[Extracted data entries]
▼
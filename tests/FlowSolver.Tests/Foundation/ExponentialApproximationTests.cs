using FlowSolver.Foundation;

namespace FlowSolver.Tests.Foundation;

/// <summary>
/// Mutations tried and seen to fail: the recurrence of <see cref="Chebyshev.ScaledBesselI"/> with 2(k+1)/s for 2k/s; the normalising sum without the
/// orders above the last one; coefficients not doubled; one residue of the rational approximation changed in its tenth digit.
/// </summary>
public class ExponentialApproximationTests
{
    [Theory]
    [InlineData(0.01)]
    [InlineData(1)]
    [InlineData(30)]
    [InlineData(1e4)]
    [InlineData(1e6)]
    public void ExponentialCoefficients_SummedWithPolynomials_GiveTheExponential(double s)
    {
        double[] c = [];
        foreach (var tolerance in new[] { 1e-4, 1e-8, 1e-13 })
        {
            var count = Chebyshev.ExponentialCoefficients(s, tolerance, 0, ref c);
            foreach (var b in new[] { -1, -0.5, 0, 0.3, 0.9, 0.9999, 1 })
            {
                double before = 1, here = b, sum = c[0] + (count > 1 ? c[1] * b : 0);
                for (var k = 2; k < count; k++)
                {
                    (before, here) = (here, 2 * b * here - before);
                    sum += c[k] * here;
                }

                // Rounding of the recurrence at b = 1 grows with the number of terms.
                Assert.True(Math.Abs(sum - Math.Exp(s * (b - 1))) <= tolerance + 2e-15 * count, $"s {s}, b {b}, tolerance {tolerance}: {sum:r}");
            }
        }
    }

    [Fact]
    public void ExponentialCoefficients_FewerTerms_MissTheTolerance()
    {
        double[] c = [];
        var count = Chebyshev.ExponentialCoefficients(200, 1e-6, 0, ref c);
        double sum = 0;
        for (var k = 0; k < count - 1; k++)
            sum += c[k];
        Assert.True(1 - sum > 1e-6, "The last coefficient was not needed.");
    }

    [Fact]
    public void ExponentialCoefficients_GrowingNorm_TakesMoreTerms()
    {
        double[] c = [];
        var plain = Chebyshev.ExponentialCoefficients(200, 1e-10, 0, ref c);
        var growing = Chebyshev.ExponentialCoefficients(200, 1e-10, 0.1, ref c);
        Assert.True(growing > plain);
        // What is left out, weighted, by a much longer expansion.
        var all = new double[600];
        Chebyshev.ScaledBesselI(200, all);
        double left = 0;
        for (var k = growing; k < all.Length; k++)
            left += 2 * all[k] * Math.Exp(0.1 * k);
        Assert.InRange(left, 0, 1e-10);
    }

    [Theory]
    [InlineData(0.5)]
    [InlineData(40)]
    [InlineData(12345.6)]
    public void ScaledBesselI_ShortSpan_AgreesWithLongOne(double s)
    {
        var few = new double[3];
        var many = new double[2000];
        Chebyshev.ScaledBesselI(s, few);
        Chebyshev.ScaledBesselI(s, many);
        for (var k = 0; k < few.Length; k++)
            Assert.Equal(many[k], few[k], 1e-14 * many[0]);
        var sum = many[0];
        for (var k = 1; k < many.Length; k++)
            sum += 2 * many[k];
        Assert.Equal(1, sum, 1e-12);
    }

    [Fact]
    public void ScaledBesselI_FarOrders_UnderflowWithoutNoise()
    {
        var values = new double[1000];
        Chebyshev.ScaledBesselI(2, values);
        Assert.All(values, value => Assert.True(value >= 0 && double.IsFinite(value)));
        // I_20(2)/20! scaling: the leading term of the series, 1/20!·(1 + 1/21 + 1/(2·21·22)), decides to all digits.
        var leading = 1.0;
        for (var k = 1; k <= 20; k++)
            leading /= k;
        Assert.Equal(1, values[20] / (Math.Exp(-2) * leading * (1 + 1 / 21.0 + 1 / (2 * 21 * 22.0) + 1 / (6 * 21 * 22 * 23.0))), 1e-6);
    }

    [Fact]
    public void RationalExponential_WholeNegativeAxis_StaysWithinRounding()
    {
        for (var k = -80; k <= 120; k++)
        {
            var z = -Math.Pow(10, k / 10.0);
            Assert.Equal(Math.Exp(z), RationalExponential.At(z), 2e-14);
        }

        Assert.Equal(1, RationalExponential.At(0), 2e-14);
    }
}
▲
Reproduce each entry exactly, leaving out nothing.

EXPECTED ANSWER
filename tests/FlowSolver.Tests/Foundation/ExponentialApproximationTests.cs
using FlowSolver.Foundation;

namespace FlowSolver.Tests.Foundation;

/// <summary>
/// Mutations tried and seen to fail: the recurrence of <see cref="Chebyshev.ScaledBesselI"/> with 2(k+1)/s for 2k/s; the normalising sum without the
/// orders above the last one; coefficients not doubled; one residue of the rational approximation changed in its tenth digit.
/// </summary>
public class ExponentialApproximationTests
{
    [Theory]
    [InlineData(0.01)]
    [InlineData(1)]
    [InlineData(30)]
    [InlineData(1e4)]
    [InlineData(1e6)]
    public void ExponentialCoefficients_SummedWithPolynomials_GiveTheExponential(double s)
    {
        double[] c = [];
        foreach (var tolerance in new[] { 1e-4, 1e-8, 1e-13 })
        {
            var count = Chebyshev.ExponentialCoefficients(s, tolerance, 0, ref c);
            foreach (var b in new[] { -1, -0.5, 0, 0.3, 0.9, 0.9999, 1 })
            {
                double before = 1, here = b, sum = c[0] + (count > 1 ? c[1] * b : 0);
                for (var k = 2; k < count; k++)
                {
                    (before, here) = (here, 2 * b * here - before);
                    sum += c[k] * here;
                }

                // Rounding of the recurrence at b = 1 grows with the number of terms.
                Assert.True(Math.Abs(sum - Math.Exp(s * (b - 1))) <= tolerance + 2e-15 * count, $"s {s}, b {b}, tolerance {tolerance}: {sum:r}");
            }
        }
    }

    [Fact]
    public void ExponentialCoefficients_FewerTerms_MissTheTolerance()
    {
        double[] c = [];
        var count = Chebyshev.ExponentialCoefficients(200, 1e-6, 0, ref c);
        double sum = 0;
        for (var k = 0; k < count - 1; k++)
            sum += c[k];
        Assert.True(1 - sum > 1e-6, "The last coefficient was not needed.");
    }

    [Fact]
    public void ExponentialCoefficients_GrowingNorm_TakesMoreTerms()
    {
        double[] c = [];
        var plain = Chebyshev.ExponentialCoefficients(200, 1e-10, 0, ref c);
        var growing = Chebyshev.ExponentialCoefficients(200, 1e-10, 0.1, ref c);
        Assert.True(growing > plain);
        // What is left out, weighted, by a much longer expansion.
        var all = new double[600];
        Chebyshev.ScaledBesselI(200, all);
        double left = 0;
        for (var k = growing; k < all.Length; k++)
            left += 2 * all[k] * Math.Exp(0.1 * k);
        Assert.InRange(left, 0, 1e-10);
    }

    [Theory]
    [InlineData(0.5)]
    [InlineData(40)]
    [InlineData(12345.6)]
    public void ScaledBesselI_ShortSpan_AgreesWithLongOne(double s)
    {
        var few = new double[3];
        var many = new double[2000];
        Chebyshev.ScaledBesselI(s, few);
        Chebyshev.ScaledBesselI(s, many);
        for (var k = 0; k < few.Length; k++)
            Assert.Equal(many[k], few[k], 1e-14 * many[0]);
        var sum = many[0];
        for (var k = 1; k < many.Length; k++)
            sum += 2 * many[k];
        Assert.Equal(1, sum, 1e-12);
    }

    [Fact]
    public void ScaledBesselI_FarOrders_UnderflowWithoutNoise()
    {
        var values = new double[1000];
        Chebyshev.ScaledBesselI(2, values);
        Assert.All(values, value => Assert.True(value >= 0 && double.IsFinite(value)));
        // I_20(2)/20! scaling: the leading term of the series, 1/20!·(1 + 1/21 + 1/(2·21·22)), decides to all digits.
        var leading = 1.0;
        for (var k = 1; k <= 20; k++)
            leading /= k;
        Assert.Equal(1, values[20] / (Math.Exp(-2) * leading * (1 + 1 / 21.0 + 1 / (2 * 21 * 22.0) + 1 / (6 * 21 * 22 * 23.0))), 1e-6);
    }

    [Fact]
    public void RationalExponential_WholeNegativeAxis_StaysWithinRounding()
    {
        for (var k = -80; k <= 120; k++)
        {
            var z = -Math.Pow(10, k / 10.0);
            Assert.Equal(Math.Exp(z), RationalExponential.At(z), 2e-14);
        }

        Assert.Equal(1, RationalExponential.At(0), 2e-14);
    }
}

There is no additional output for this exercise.